Or you will settle for ANY week and ANY size at the Maui Marriott – that will cost you about $5,000 (a 2BR Gold, Silver Marriott) to buy and then you lock it off and get 2 II certificates and perhaps even an AC.  The MF is $800 per year.  You could get 3 vacations per year out of this and stay at 3 Marriotts in various sizes at various times of the year.  (One of which could be the Maui)

So how flexible are you?


----------



## don1947 (May 20, 2006)

*Re: Best Bang For Your BUCK*

Very flexible with the exception of weeks 51-52 when we want to be Home.


----------



## geekette (May 20, 2006)

*Re: Best Bang For Your BUCK*

I'm in Bluegreen and like it a lot.  It's kind of the best of both worlds - points and fixed weeks.  Once you've bought in, you pay your maint every year and every reservation you make with your points is free, even to give to Mom or Uncle Bob or that nice librarian.  You can stretch your points with bonus time (owners only) or book a week to deposit to any exchange company to play the Weeks game.

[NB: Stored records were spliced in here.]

def _scan_records(archive: Path) -> tuple[list[ArchiveRecord], list[tuple[bool, str]]]:
    """The complete records, and (unreadable?, problem) for each dated folder that is not one."""
    if not archive.is_dir():
        return [], []
    out = []
    broken: list[tuple[bool, str]] = []
    for p in archive.iterdir():
        parsed = _parse_name(p.name)
        if parsed is None or not p.is_dir():
            continue
        if not (p / MANIFEST).is_file():
            broken.append(
                (
                    False,
                    f"{p / MANIFEST}: missing (the folder is not a complete "
                    "record; fix: restore the record from a backup, or move "
                    "the folder out of the archive)",
                )
            )
            continue
        try:
            m = _read_manifest(p)
            sequence = int(m.get("sequence", 0))
        except (ArchiveError, TypeError, ValueError) as exc:
            broken.append(
                (
                    True,
                    str(exc)
                    if isinstance(exc, ArchiveError)
                    else f"{p / MANIFEST}: is not a forebrief manifest ({exc}); fix: "
                    "restore the record from a backup",
                )
            )
            continue
        out.append(ArchiveRecord(p.name, p, parsed[0], parsed[1], sequence, m))
    return sorted(out, key=lambda r: (r.sequence, r.name)), broken


def list_records(archive: Path) -> list[ArchiveRecord]:
    """Every complete record in the archive, in the order they were written.

    A record folder whose manifest cannot be read raises :class:`ArchiveError`. The SQLite
    index is (re)created or completed from the folders on the way, so it is never lost for
    long (records that a crash left unindexed are added; nothing indexed is changed).
    """
    records, broken = _scan_records(archive)
    unreadable = [text for bad, text in broken if bad]
    if unreadable:
        raise ArchiveError(unreadable[0])
    if records:
        with (
            contextlib.suppress(sqlite3.Error, OSError, ArchiveError),
            _index(archive, sync=False) as db,
        ):
            _sync_index(db, records)
    return records


def find_record(archive: Path, date: str) -> ArchiveRecord:
    """The record named ``date``: ``YYYY-MM-DD`` gives the latest revision of that day,
    ``YYYY-MM-DD-rN`` revision N (``-r1`` the first, whose folder is the bare date)."""
    records = list_records(archive)
    parsed = _parse_name(date)
    if parsed is not None:
        day, revision = parsed
        same_day = sorted((r for r in records if r.issued == day), key=lambda r: r.revision)
        if len(date) == 10 and same_day:
            return same_day[-1]
        exact = [r for r in same_day if r.revision == revision]
        if exact:
            return exact[0]
    names = ", ".join(r.name for r in records[-5:]) or "none"
    raise ArchiveError(
        f"{archive}: no record for {date!r}; the latest records are: {names}; "
        "fix: give a date from `forebrief archive list`"
    )


def latest_record_before(archive: Path, issued: pd.Timestamp) -> Path | None:
    """The newest record (latest revision) dated before ``issued``."""
    day = f"{pd.Timestamp(issued):%Y-%m-%d}"
    earlier = [r for r in list_records(archive) if r.issued < day]
    if not earlier:
        return None
    latest_day = max(r.issued for r in earlier)
    return max((r for r in earlier if r.issued == latest_day), key=lambda r: r.revision).path


def read_facts(record: Path) -> dict[str, Any] | None:
    path = record / "facts.json"
    if not path.is_file():
        return None
    try:
        data = json.loads(path.read_text(encoding="utf-8"))
    except (OSError, json.JSONDecodeError) as exc:
        raise ArchiveError(
            f"{path}: cannot be read ({exc}); fix: restore the record from a "
            "backup, or move it out of the archive"
        ) from None
    return data if isinstance(data, dict) else None


# --------------------------------------------------------------------------------------------
# locking and atomic writing


@contextlib.contextmanager
def archive_lock(archive: Path, *, wait: float = 30.0) -> Iterator[None]:
    """Hold the archive's lock; wait up to ``wait`` seconds, then give up with a clear message."""
    try:
        archive.mkdir(parents=True, exist_ok=True)
        fh = (archive / LOCK).open("a+")
    except OSError as exc:
        raise ArchiveError(
            f"{archive}: cannot use the archive ({exc.strerror}); fix: choose a "
            "folder you can write to"
        ) from None
    deadline = time.monotonic() + wait
    try:
        while True:
            try:
                fcntl.flock(fh.fileno(), fcntl.LOCK_EX | fcntl.LOCK_NB)
                break
            except BlockingIOError:
                if time.monotonic() >= deadline:
                    raise ArchiveError(
                        f"{archive}: another forebrief run is writing this archive and did not "
                        f"finish within {wait:g} s; nothing was written; fix: wait for it to end "
                        "and run again"
                    ) from None
                time.sleep(0.1)
        yield
    finally:
        with contextlib.suppress(OSError):
            fcntl.flock(fh.fileno(), fcntl.LOCK_UN)
        fh.close()


def _fsync_dir(path: Path) -> None:
    try:
        fd = os.open(path, os.O_RDONLY)
    except OSError:
        return
    try:
        os.fsync(fd)
    except OSError:
        pass
    finally:
        os.close(fd)


def _write_bytes(path: Path, data: bytes) -> None:
    path.parent.mkdir(parents=True, exist_ok=True)
    with path.open("wb") as fh:
        fh.write(data)
        fh.flush()
        os.fsync(fh.fileno())


def _sums_text(files: Mapping[str, bytes]) -> bytes:
    lines = [f"{sha256_bytes(data)}  {name}\n" for name, data in sorted(files.items())]
    return "".join(lines).encode("utf-8")


#: Called with the manifest's bytes and the data files; returns the sealed files (PDF, e-mail).
Sealer = Callable[[bytes, Mapping[str, bytes]], Mapping[str, bytes]]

The points are tied to deeded weeks and you have priority at 12 months to book your deeded week.  Generally, tho, I don't care about what's deeded; to me Points are Points, I'm never going to the same place twice, or at least not the same week.  I look for the deals.

We don't have to have high luxury and we are far from wealthy, so don't plan to buy anything else, just keep upping our stake in Bluegreen.  They keep building and remodelling, they treat us well, the resorts are plenty nice, and they don't nickel and dime us.  I don't need anything else, I don't want anything else.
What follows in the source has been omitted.